WHAT THE TASK REQUIRES:
Take the data below and repeat it exactly.
[PROVIDED DATA — start]
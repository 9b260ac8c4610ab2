#include "app/run_command.h"

#include <memory>

#include <CLI/CLI.hpp>

#include "lti/error.h"

namespace lw::app {

std::string CommandText(const std::string& name, const std::vector<std::string>& args) {
  std::string line = name;
  for (const auto& a : args) {
    bool plain = !a.empty() && a.find_first_of(" \t\"'\\$*?()[]{}|;&<>") == std::string::npos;
    line += " " + (plain ? a : "'" + a + "'");
  }
  return line;
}

int RunCommand(Context& ctx, const std::string& name, const std::vector<std::string>& args) {
  for (const auto& entry : CommandTable()) {
    if (name != entry.name) continue;
    std::unique_ptr<Command> command = entry.make();
    CLI::App app{"loopwright"};
    CLI::App* sub = app.add_subcommand(entry.name, entry.summary);
    command->Configure(*sub);
    std::vector<std::string> reversed(args.rbegin(), args.rend());
    reversed.push_back(name);
    try {
      app.parse(reversed);
    } catch (const CLI::ParseError& e) {
      throw UsageError("cannot run '" + CommandText(name, args) + "': " + e.what());
    }
    return command->Run(ctx);
  }
  throw UsageError("no command '" + name + "'");
}

}  // namespace lw::app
[PROVIDED DATA — finish]
ANSWER TO THE PROBLEM:
repository 9b260ac8c4610ab2
#include "app/run_command.h"

#include <memory>

#include <CLI/CLI.hpp>

#include "lti/error.h"

namespace lw::app {

std::string CommandText(const std::string& name, const std::vector<std::string>& args) {
  std::string line = name;
  for (const auto& a : args) {
    bool plain = !a.empty() && a.find_first_of(" \t\"'\\$*?()[]{}|;&<>") == std::string::npos;
    line += " " + (plain ? a : "'" + a + "'");
  }
  return line;
}

int RunCommand(Context& ctx, const std::string& name, const std::vector<std::string>& args) {
  for (const auto& entry : CommandTable()) {
    if (name != entry.name) continue;
    std::unique_ptr<Command> command = entry.make();
    CLI::App app{"loopwright"};
    CLI::App* sub = app.add_subcommand(entry.name, entry.summary);
    command->Configure(*sub);
    std::vector<std::string> reversed(args.rbegin(), args.rend());
    reversed.push_back(name);
    try {
      app.parse(reversed);
    } catch (const CLI::ParseError& e) {
      throw UsageError("cannot run '" + CommandText(name, args) + "': " + e.what());
    }
    return command->Run(ctx);
  }
  throw UsageError("no command '" + name + "'");
}

}  // namespace lw::app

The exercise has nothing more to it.